TRY IT:
Starting at the top of the data and ending with the line that holds "let whole = window.weights(length);", transcribe each line exactly; include both ends.

*** Begin section ***

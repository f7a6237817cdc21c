//! One windowed record, transformed whole: lines between the bins and the noise beside them.

use std::f64::consts::PI;

use num_complex::Complex64;
use pulp::{Arch, Simd, WithSimd};

use super::{FftScratch, FftStage, Window};

/// Samples made, bent and weighted at a time: they stay in the first-level cache until they are whole.
const BLOCK: usize = 1024;

/// A window over records of one length; made once, shared by all channels and workers.
#[derive(Debug, Clone, PartialEq)]
pub struct RecordWindow {
    window: Window,
    weights: Vec<f64>,
    squares: f64,
    /// How long before the record the window starts \[samples\].
    early: f64,
}

impl RecordWindow {
    /// Returns the weights of `length` samples.
    ///
    /// # Panics
    /// For no samples.
    #[must_use]
    pub fn new(window: Window, length: usize) -> Self {
        assert!(length > 0, "a record needs at least one sample");
        let weights = window.weights(length);
        Self::of(window, weights, 0.0)
    }

    /// Returns every `factor`-th weight of a longer record from `first` on, around its end: for a decimated record whose
    /// samples stand for later moments.
    pub(super) fn decimated(window: Window, length: usize, factor: usize, first: usize) -> Self {
        let whole = window.weights(length);
        let weights = (0..length / factor).map(|n| whole[(first + n * factor) % length]).collect();
        Self::of(window, weights, first as f64 / factor as f64)
    }

    fn of(window: Window, weights: Vec<f64>, early: f64) -> Self {
        let squares = weights.iter().map(|weight| weight * weight).sum();
        Self { window, weights, squares, early }
    }

    /// Returns the weights, numbers of 0 … 1.
    #[must_use]
    pub fn weights(&self) -> &[f64] {
        &self.weights
    }

    /// Returns the shape.
    #[must_use]
    pub const fn window(&self) -> Window {
        self.window
    }

    /// Returns what a line of coefficient 1, `distance_bins` above a bin, leaves in that bin.
    fn gain(&self, distance_bins: f64) -> Complex64 {
        let length = self.weights.len() as f64;
        // Σ e^{j2πxn/L} over the record.
        let comb = |x: f64| {
            let size = if x == 0.0 { length } else { (PI * x).sin() / (PI * x / length).sin() };
            Complex64::from_polar(size, PI * x * (1.0 - 1.0 / length))
        };
        let mut gain = Complex64::ZERO;
        let mut sign = 1.0;
        for (turns, coefficient) in self.window.coefficients().iter().enumerate() {
            let turns = turns as f64;
            gain += match turns {
                0.0 => comb(distance_bins) * *coefficient,
                _ => {
                    let turn = Complex64::cis(2.0 * PI * turns * self.early / length);
                    (comb(distance_bins + turns) * turn + comb(distance_bins - turns) * turn.conj())
                        * (sign * coefficient / 2.0)
                }
            };
            sign = -sign;
        }
        gain
    }
}

/// The spectrum of one windowed record; it lives in the worker's buffers.
#[derive(Debug, Clone, Copy)]
pub struct RecordSpectrum<'a> {
    bins: &'a [Complex64],
    window: &'a RecordWindow,
}

/// A job that is compiled once for each instruction set.
struct Weigh<'a, F> {
    part: &'a mut [f64],
    weights: &'a [f64],
    bend: F,
}

impl<F: Fn(f64) -> f64> WithSimd for Weigh<'_, F> {
    type Output = ();

    #[inline(always)]
    fn with_simd<S: Simd>(self, _simd: S) {
        for (sample, weight) in self.part.iter_mut().zip(self.weights) {
            *sample = (self.bend)(*sample) * weight;
        }
    }
}

impl FftStage {
    /// Returns the spectrum of a record that `source` writes part by part and `bend` maps sample by sample.
    ///
    /// Everything goes straight into the transform's input: samples are made, bent and weighted while they are in the
    /// first-level cache, and nothing is allocated once the buffers have grown. The mean is not removed: let `source`
    /// or `bend` take it off, or read no line within [`Window::half_lobe_bins`] of zero. A closure that owns its numbers
    /// (`move`) is several times faster than one that refers to them: only then does the compiler use vectors.
    ///
    /// # Errors
    /// What `source` gives.
    ///
    /// # Examples
    /// ```
    /// use thornmap::spectrum::{FftScratch, FftStage, RecordWindow, Window};
    /// let (stage, mut scratch) = (FftStage::new(), FftScratch::new());
    /// let window = RecordWindow::new(Window::Hann, 4000);
    /// let mut n = 0;
    /// let wave = |part: &mut [f64]| {
    ///     for sample in part {
    ///         *sample = (std::f64::consts::TAU * 0.123_456 * n as f64).cos();
    ///         n += 1;
    ///     }
    ///     Ok::<(), ()>(())
    /// };
    /// let spectrum = stage.record(&window, wave, |x| 0.02 * x, &mut scratch).unwrap();
    /// assert!((spectrum.line(123_456, 1_000_000).norm() - 0.01).abs() < 1e-9);
    /// ```
    pub fn record<'a, E>(
        &self,
        window: &'a RecordWindow,
        mut source: impl FnMut(&mut [f64]) -> Result<(), E>,
        bend: impl Fn(f64) -> f64 + Copy,
        scratch: &'a mut FftScratch,
    ) -> Result<RecordSpectrum<'a>, E> {
        scratch.input.resize(window.weights.len(), 0.0);
        let arch = Arch::new();
        for (part, weights) in scratch.input.chunks_mut(BLOCK).zip(window.weights.chunks(BLOCK)) {
            source(part)?;
            arch.dispatch(Weigh { part, weights, bend });
        }
        self.transform(scratch);
        Ok(RecordSpectrum::new(&scratch.output, window))
    }
}

impl<'a> RecordSpectrum<'a> {
    /// Returns the spectrum that a transform left.
    pub(super) const fn new(bins: &'a [Complex64], window: &'a RecordWindow) -> Self {
        Self { bins, window }
    }

    /// Returns a bin as the transform left it.
    #[cfg(test)]
    pub(super) fn bin(&self, bin: usize) -> Complex64 {
        self.bins[bin]
    }

    /// Returns the line coefficient at exactly `residue/modulus` cycles per sample, in the unit of the samples: the
    /// nearest bin over what the window leaves of a line at that distance.
    ///
    /// Exact for a line alone; what stands within the main lobe adds to it, as in [`super::correlate`].
    ///
    /// # Panics
    /// For a residue above half the modulus: lines above half the sample rate are conjugates.
    #[must_use]
    pub fn line(&self, residue: u64, modulus: u64) -> Complex64 {
        let (bin, distance_bins) = self.place(residue, modulus);
        self.bins[bin] / self.window.gain(distance_bins)
    }

    /// Returns the nearest bin and how far above it the line lies, from integers.
    pub(super) fn place(&self, residue: u64, modulus: u64) -> (usize, f64) {
        assert!(residue <= modulus / 2, "a line lies below half the sample rate");
        let scaled = u128::from(residue) * self.window.weights.len() as u128;
        let modulus = u128::from(modulus);
        let bin = (scaled + modulus / 2) / modulus;
        let above =
            if scaled < bin * modulus { -((bin * modulus - scaled) as f64) } else { (scaled - bin * modulus) as f64 };
        (usize::try_from(bin).expect("a bin of the record"), above / modulus as f64)
    }

    /// Returns the mean square \[unit²\] of the noise in the bins `first ..= last` of both signs; bins within the main
    /// lobe of a line at `residues`/`modulus` are left out, bins beyond half the record count as none.
    ///
    /// # Panics
    /// As [`RecordSpectrum::line`].
    #[must_use]
    pub fn noise_power(&self, first: usize, last: usize, residues: &[u64], modulus: u64) -> f64 {
        let places = residues.iter().map(|residue| self.place(*residue, modulus).0);
        self.noise_of(first, last, places, |_| 1.0)
    }

    /// Returns the noise of [`RecordSpectrum::noise_power`] beside lines at bins, each bin's power times its factor.
    pub(super) fn noise_of(
        &self,
        first: usize,
        last: usize,
        places: impl Iterator<Item = usize> + Clone,
        factor: impl Fn(usize) -> f64,
    ) -> f64 {
        let reach = self.window.window.half_lobe_bins();
        let last = last.min(self.bins.len() - 1);
        let lobes = || places.clone().map(|bin| (bin.saturating_sub(reach), bin + reach));
        let mut sum = 0.0;
        let mut at = first;
        // From stretch to stretch; lines are few, so each is looked at again.
        while at <= last {
            if let Some((_, high)) = lobes().find(|(low, high)| (*low..=*high).contains(&at)) {
                at = high + 1;
                continue;
            }
            let next = lobes().map(|(low, _)| low).filter(|low| *low > at).min();
            let stop = next.unwrap_or(last + 1).min(last + 1);
            sum += (at..stop).map(|bin| self.bins[bin].norm_sqr() * factor(bin)).sum::<f64>();
            at = stop;
        }
        2.0 * sum / (self.window.weights.len() as f64 * self.window.squares)
    }
}

#[cfg(test)]
mod tests {
    use std::convert::Infallible;
    use std::f64::consts::TAU;

    use super::*;
    use crate::spectrum::correlate;

    fn noise(length: usize, mut state: u64) -> Vec<f64> {
        (0..length)
            .map(|_| {
                state = state.wrapping_mul(6_364_136_223_846_793_005).wrapping_add(1_442_695_040_888_963_407);
                (state >> 11) as f64 / (1u64 << 53) as f64 - 0.5
            })
            .collect()
    }

    /// Feeds a record part by part.
    fn feed(samples: &[f64]) -> impl FnMut(&mut [f64]) -> Result<(), Infallible> {
        let mut at = 0;
        move |part| {
            part.copy_from_slice(&samples[at..at + part.len()]);
            at += part.len();
            Ok(())
        }
    }

    #[test]
    fn bins_are_those_of_the_weighted_record_bit_for_bit() {
        let (stage, mut scratch) = (FftStage::new(), FftScratch::new());
        let mut checked = 0;
        for window in [Window::Rectangular, Window::Hann, Window::FourTerm] {
            for length in [16, 1000, 1024, 1025, 5000] {
                let samples = noise(length, 3);
                let weights = RecordWindow::new(window, length);
                let slow: Vec<f64> =
                    samples.iter().zip(weights.weights()).map(|(x, w)| (x + 0.01 * x.abs()) * w).collect();
                let want = stage.lines(&slow, &mut scratch);
                let found = stage.record(&weights, feed(&samples), |x| x + 0.01 * x.abs(), &mut scratch).unwrap();
                let scale = 1.0 / length as f64;
                assert!(found.bins.iter().map(|bin| bin * scale).eq(want), "{window:?} {length}");
                checked += 1;
            }
        }
        assert_eq!(checked, 15);
    }

    #[test]
    fn a_line_between_bins_is_that_of_the_direct_correlation() {
        let (stage, mut scratch) = (FftStage::new(), FftScratch::new());
        let modulus = 1u64 << 20;
        let mut checked = 0;
        for window in [Window::Hann, Window::FourTerm] {
            for residue in [123_457u64, 262_144, 400_001, 77_824, 77_952, 78_000] {
                let wave = |n: u64| 0.02 * (TAU * ((residue * n) % modulus) as f64 / modulus as f64 + 0.7).cos();
                let samples: Vec<f64> = (0..4096).map(wave).collect();
                let weights = RecordWindow::new(window, samples.len());
                let spectrum = stage.record(&weights, feed(&samples), |x| x, &mut scratch).unwrap();
                let found = spectrum.line(residue, modulus);
                // The mirror line is hundreds of bins away: below 1e-9 of it for Hann, far less for four terms.
                assert!((found - Complex64::from_polar(0.01, 0.7)).norm() < 1e-10, "{window:?} {residue}: {found}");
                let direct = correlate(&samples, residue, modulus, window);
                assert!((found - direct).norm() < 1e-10, "{window:?} {residue}: {found} {direct}");
                checked += 1;
            }
        }
        assert_eq!(checked, 12);
    }

    #[test]
    fn noise_beside_lines_is_that_of_white_noise() {
        let (stage, mut scratch) = (FftStage::new(), FftScratch::new());
        let modulus = 1 << 16;
        // The lobes of the first two overlap; the last lies outside the band.
        let residues = [9_000u64, 9_007, 20_000, 32_000];
        let mut samples = noise(1 << 16, 17);
        for (n, sample) in (0u64..).zip(&mut samples) {
            let waves = residues.map(|r| 0.3 * (TAU * ((r * n) % modulus) as f64 / modulus as f64).cos());
            *sample += waves.iter().sum::<f64>();
        }
        let weights = RecordWindow::new(Window::FourTerm, samples.len());
        let spectrum = stage.record(&weights, feed(&samples), |x| x, &mut scratch).unwrap();
        let found = spectrum.noise_power(5000, 24_999, &residues, modulus);
        // Bins 8996 … 9011 and 19 996 … 20 004 are left out of 20 000; the lines alone would give 0.135.
        let want = (20_000.0 - 25.0) * 2.0 / f64::from(1 << 16) / 12.0;
        // Neighbouring bins share noise: some 10 000 independent ones, each with a deviation of its own size.
        assert!((found / want - 1.0).abs() < 0.04, "{found} {want}");
        let bins = |range: std::ops::RangeInclusive<usize>| spectrum.noise_power(*range.start(), *range.end(), &[], 1);
        let split = bins(5000..=8995) + bins(9012..=19_995) + bins(20_005..=24_999);
        assert!((found / split - 1.0).abs() < 1e-12, "{found} {split}");
        assert_eq!(spectrum.noise_power(19_997, 20_003, &residues, modulus), 0.0);
    }
}
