#[test]
fn every_cure_assessed_again_keeps_its_promise() {
    let mut plan = demo_plan();
    plan.alternatives.nudge = Frequency::from_whole_hz(30_000);
    plan.alternatives.offset_currents_a = vec![60e-6];
    plan.alternatives.seeds = vec![12_345];
    plan.analysis.record = 8192;
    let board = Setup::new(&plan).unwrap();
    let found = remedy(&plan, &Costs::default(), Criterion::Guard, &|| {}).unwrap();
    assert_eq!(found.channels.len(), 30, "every flagged channel of the demonstration plan");
    let mut cured = 0;
    let mut kinds = std::collections::BTreeSet::new();
    for channel in &found.channels {
        let before = &channel.before;
        for (i, cure) in channel.cures.iter().enumerate() {
            assert!(cure.after.verdict < before.verdict);
            if i > 0 {
                assert!(channel.cures[i - 1].cost <= cure.cost);
            }
            // The whole plan changed, on the same board; the channel picked out of it.
            let changed = cure.changes.iter().fold(plan.clone(), |plan, change| change.applied(&plan));
            let setup = board.on_same_board(&changed).unwrap();
            let shift = cure.changes.iter().find_map(|change| match change {
                Change::Nudge(shift) => Some(shift.hz()),
                _ => None,
            });
            let moved =
                shift.map_or(before.channel, |shift| Frequency::from_hz(before.channel.hz().plus(&shift).unwrap()));
            let again = setup.assess(before.group_index, before.index, moved, &mut setup.scratch()).unwrap();
            assert_eq!(again.verdict, cure.after.verdict, "{} {}", before.channel, cure.words());
            assert_eq!((again.n, again.k, again.m), (cure.after.n, cure.after.k, cure.after.m));
            kinds.extend(cure.changes.iter().map(|change| change.kind(&plan)));
            cured += 1;
        }
    }
    assert!(cured > 60, "{cured}");
    assert!(kinds.len() >= 4, "{kinds:?}");
    let without = found.channels.iter().filter(|channel| channel.cures.is_empty()).count();
    let still_bad = found.channels.iter().filter(|c| c.cures.is_empty() && c.before.verdict == Verdict::Bad).count();
    assert!(without < 5 && still_bad < 3, "{without} without a cure, {still_bad} of them bad");
}

#[test]
fn the_command_writes_cures_and_explains_itself() {
    let folder = tempfile::TempDir::new().unwrap();
    let small = text(&Shape {
        channels: "first = \"432 MHz\"\nlast = \"432.2 MHz\"\nspacing = \"12.5 kHz\"",
        more: "[alternatives]\nreferences = [\"20 MHz\"]\n[analysis]\nrecord = 1024",
        ..WIDE
    });
    std::fs::write(folder.path().join("small.toml"), small).unwrap();
    let run = |arguments: &[&str]| {
        assert_cmd::Command::cargo_bin("thornmap").unwrap().current_dir(folder.path()).args(arguments).output().unwrap()
    };
    // 432 MHz = 90 × 19.2 MHz / 4 exactly: clear; the next four are 50 to 200 kHz away. 20 MHz cures three; the second
    // has K/M = 81/200 there, a period so short that a line of unknown level lies inside the guard: it stays bad.
    let output = run(&["remedy", "small.toml", "--json", "--quiet", "--fail-on", "bad"]);
    assert_eq!(output.status.code(), Some(3), "{}", String::from_utf8_lossy(&output.stderr));
    let json: serde_json::Value = serde_json::from_slice(&output.stdout).unwrap();
    assert_eq!(json["schema"], "thornmap.remedy/1");
    let channels = json["channels"].as_array().unwrap();
    let flagged: Vec<&str> = channels.iter().map(|channel| channel["channel_exact"].as_str().unwrap()).collect();
    assert_eq!(flagged, ["432012500 Hz", "432025000 Hz", "432037500 Hz", "432050000 Hz"]);
    assert_eq!(channels[1]["cures"].as_array().unwrap().len(), 0);
    assert_eq!(json["set"]["cover"]["beyond"].as_array().unwrap().len(), 1);
    for channel in [&channels[0], &channels[2], &channels[3]] {
        assert_eq!(channel["cures"][0]["verdict"], "clear");
        assert_eq!(channel["cures"][0]["pfd_hz"], 20e6);
        assert_eq!(channel["cures"][0]["cost"], 20.0);
    }
    let set = folder.path().join("reports/small");
    assert_eq!(std::fs::read(set.join("remedy.json")).unwrap(), output.stdout);
    let page = std::fs::read_to_string(set.join("remedy.html")).unwrap();
    assert!(page.contains("Of 4 bad and marginal channels 3 have a cure"), "{page}");
    assert_eq!(std::fs::read_to_string(set.join("remedy.csv")).unwrap().lines().count(), 5);
    // A cost of one's own, a hunt, intervals.
    let output = run(&["remedy", "small.toml", "--cost", "reference=3", "--json", "--quiet"]);
    let json: serde_json::Value = serde_json::from_slice(&output.stdout).unwrap();
    assert_eq!(json["channels"][0]["cures"][0]["cost"], 3.0);
    let output = run(&["remedy", "small.toml", "--hunt", "19.2 MHz, 20 MHz", "--json", "--quiet"]);
    let json: serde_json::Value = serde_json::from_slice(&output.stdout).unwrap();
    assert_eq!((json["ranked"][0]["bad"].as_u64(), json["ranked"][1]["bad"].as_u64()), (Some(0), Some(4)));
    let output = run(&["remedy", "small.toml", "--intervals", "--json"]);
    let json: serde_json::Value = serde_json::from_slice(&output.stdout).unwrap();
    assert_eq!(json["groups"][0]["near"], 4);
    assert_eq!(json["groups"][0]["intervals"][0]["first_exact"], "432012500 Hz");
    for (arguments, said) in [
        (vec!["--cost", "luck=1"], "one of seed, dither"),
        (vec!["--cost", "order=-1"], "at least 0"),
        (vec!["--hunt", "10 MHz..52 MHz"], "needs --step"),
        (vec!["--hunt", "52 MHz..10 MHz", "--step", "1 MHz"], "rising"),
        (vec!["--hunt", "10..52 MHz", "--step", "1 MHz"], "unit"),
        (vec!["--hunt", "10 MHz..52 MHz", "--step", "0 Hz"], "above zero"),
        (vec!["--step", "1 MHz"], "--hunt"),
    ] {
        let mut all = vec!["remedy", "small.toml"];
        all.extend(arguments);
        let output = run(&all);
        let message = String::from_utf8_lossy(&output.stderr).into_owned();
        assert_eq!(output.status.code(), Some(2), "{message}");
        assert!(message.contains(said), "{message}");
    }
}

*** End section ***

ANSWER TO THE PROBLEM:
repository f7a6237817cdc21c
//! One windowed record, transformed whole: lines between the bins and the noise beside them.

use std::f64::consts::PI;

use num_complex::Complex64;
use pulp::{Arch, Simd, WithSimd};

use super::{FftScratch, FftStage, Window};

/// Samples made, bent and weighted at a time: they stay in the first-level cache until they are whole.
const BLOCK: usize = 1024;

/// A window over records of one length; made once, shared by all channels and workers.
#[derive(Debug, Clone, PartialEq)]
pub struct RecordWindow {
    window: Window,
    weights: Vec<f64>,
    squares: f64,
    /// How long before the record the window starts \[samples\].
    early: f64,
}

impl RecordWindow {
    /// Returns the weights of `length` samples.
    ///
    /// # Panics
    /// For no samples.
    #[must_use]
    pub fn new(window: Window, length: usize) -> Self {
        assert!(length > 0, "a record needs at least one sample");
        let weights = window.weights(length);
        Self::of(window, weights, 0.0)
    }

    /// Returns every `factor`-th weight of a longer record from `first` on, around its end: for a decimated record whose
    /// samples stand for later moments.
    pub(super) fn decimated(window: Window, length: usize, factor: usize, first: usize) -> Self {
        let whole = window.weights(length);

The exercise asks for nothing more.